### What needs to be done
The answer should be each line of the records that contains the word "sulfate"; please copy them all.

### Source material
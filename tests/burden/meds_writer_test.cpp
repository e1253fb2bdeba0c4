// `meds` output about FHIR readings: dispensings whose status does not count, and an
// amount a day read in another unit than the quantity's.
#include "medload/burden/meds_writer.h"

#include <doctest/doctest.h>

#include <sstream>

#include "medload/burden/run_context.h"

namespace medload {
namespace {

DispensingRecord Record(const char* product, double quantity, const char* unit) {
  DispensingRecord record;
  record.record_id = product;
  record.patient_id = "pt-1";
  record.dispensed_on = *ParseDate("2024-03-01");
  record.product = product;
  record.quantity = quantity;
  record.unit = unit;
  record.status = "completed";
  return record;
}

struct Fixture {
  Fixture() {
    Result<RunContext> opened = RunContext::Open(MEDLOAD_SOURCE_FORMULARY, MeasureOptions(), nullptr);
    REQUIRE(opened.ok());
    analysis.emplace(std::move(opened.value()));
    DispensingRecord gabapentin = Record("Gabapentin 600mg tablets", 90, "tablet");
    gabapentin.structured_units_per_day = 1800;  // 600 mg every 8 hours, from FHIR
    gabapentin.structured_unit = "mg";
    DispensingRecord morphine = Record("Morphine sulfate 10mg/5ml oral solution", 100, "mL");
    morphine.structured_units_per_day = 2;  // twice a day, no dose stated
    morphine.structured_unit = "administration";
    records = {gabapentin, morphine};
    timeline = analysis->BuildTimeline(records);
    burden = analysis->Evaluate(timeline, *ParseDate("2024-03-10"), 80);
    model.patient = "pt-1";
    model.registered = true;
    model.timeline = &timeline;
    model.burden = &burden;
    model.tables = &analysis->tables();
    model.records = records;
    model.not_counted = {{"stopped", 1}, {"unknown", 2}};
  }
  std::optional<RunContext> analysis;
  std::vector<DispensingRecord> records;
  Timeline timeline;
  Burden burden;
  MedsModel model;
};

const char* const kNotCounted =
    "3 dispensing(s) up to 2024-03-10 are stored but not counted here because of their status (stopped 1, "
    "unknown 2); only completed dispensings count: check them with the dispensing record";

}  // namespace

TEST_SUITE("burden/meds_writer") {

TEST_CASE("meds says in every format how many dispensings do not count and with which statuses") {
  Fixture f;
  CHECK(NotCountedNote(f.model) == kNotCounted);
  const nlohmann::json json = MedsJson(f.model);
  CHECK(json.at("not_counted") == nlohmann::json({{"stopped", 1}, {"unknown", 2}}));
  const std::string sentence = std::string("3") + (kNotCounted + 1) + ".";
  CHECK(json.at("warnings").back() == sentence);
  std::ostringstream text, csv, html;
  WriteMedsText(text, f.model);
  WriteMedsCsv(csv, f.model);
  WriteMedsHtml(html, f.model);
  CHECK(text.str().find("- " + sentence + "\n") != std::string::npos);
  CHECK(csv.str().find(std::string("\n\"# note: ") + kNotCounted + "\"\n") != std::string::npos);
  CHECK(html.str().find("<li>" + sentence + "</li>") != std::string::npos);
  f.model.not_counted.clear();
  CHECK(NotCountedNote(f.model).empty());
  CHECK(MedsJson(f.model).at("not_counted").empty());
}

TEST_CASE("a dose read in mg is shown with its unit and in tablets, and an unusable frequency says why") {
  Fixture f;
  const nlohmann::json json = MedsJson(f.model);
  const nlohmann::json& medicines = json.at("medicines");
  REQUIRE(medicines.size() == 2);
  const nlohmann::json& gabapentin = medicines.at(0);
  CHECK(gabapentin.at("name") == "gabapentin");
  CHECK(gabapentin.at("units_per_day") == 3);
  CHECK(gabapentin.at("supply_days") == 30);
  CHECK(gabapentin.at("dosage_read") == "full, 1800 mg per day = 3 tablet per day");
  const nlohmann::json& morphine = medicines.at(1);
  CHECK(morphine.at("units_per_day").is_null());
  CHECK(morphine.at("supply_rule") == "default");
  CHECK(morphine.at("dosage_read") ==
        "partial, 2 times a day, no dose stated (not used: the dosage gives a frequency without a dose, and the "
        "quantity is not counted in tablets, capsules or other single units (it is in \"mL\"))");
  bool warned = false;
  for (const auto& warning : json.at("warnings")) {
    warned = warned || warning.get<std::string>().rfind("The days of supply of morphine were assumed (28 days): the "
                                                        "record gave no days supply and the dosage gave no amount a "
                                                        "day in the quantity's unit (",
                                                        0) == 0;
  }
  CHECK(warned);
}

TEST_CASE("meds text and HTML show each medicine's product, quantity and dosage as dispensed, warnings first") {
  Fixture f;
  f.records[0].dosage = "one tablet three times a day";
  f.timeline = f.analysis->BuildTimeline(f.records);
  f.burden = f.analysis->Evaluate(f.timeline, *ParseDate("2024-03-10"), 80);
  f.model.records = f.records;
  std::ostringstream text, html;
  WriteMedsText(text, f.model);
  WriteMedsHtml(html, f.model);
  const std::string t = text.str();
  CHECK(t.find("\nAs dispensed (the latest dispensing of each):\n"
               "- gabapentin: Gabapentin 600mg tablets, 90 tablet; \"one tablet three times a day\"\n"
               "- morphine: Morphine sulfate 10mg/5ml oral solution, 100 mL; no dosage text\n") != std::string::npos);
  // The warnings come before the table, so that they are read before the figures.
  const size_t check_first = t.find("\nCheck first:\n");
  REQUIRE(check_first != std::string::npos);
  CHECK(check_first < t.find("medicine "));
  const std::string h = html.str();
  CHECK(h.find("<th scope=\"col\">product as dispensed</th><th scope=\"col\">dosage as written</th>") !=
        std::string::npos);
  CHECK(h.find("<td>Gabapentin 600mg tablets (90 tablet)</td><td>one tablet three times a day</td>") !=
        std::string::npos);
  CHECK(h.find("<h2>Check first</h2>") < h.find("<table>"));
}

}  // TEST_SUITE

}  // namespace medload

### Result of the task
    DispensingRecord morphine = Record("Morphine sulfate 10mg/5ml oral solution", 100, "mL");
               "- morphine: Morphine sulfate 10mg/5ml oral solution, 100 mL; no dosage text\n") != std::string::npos);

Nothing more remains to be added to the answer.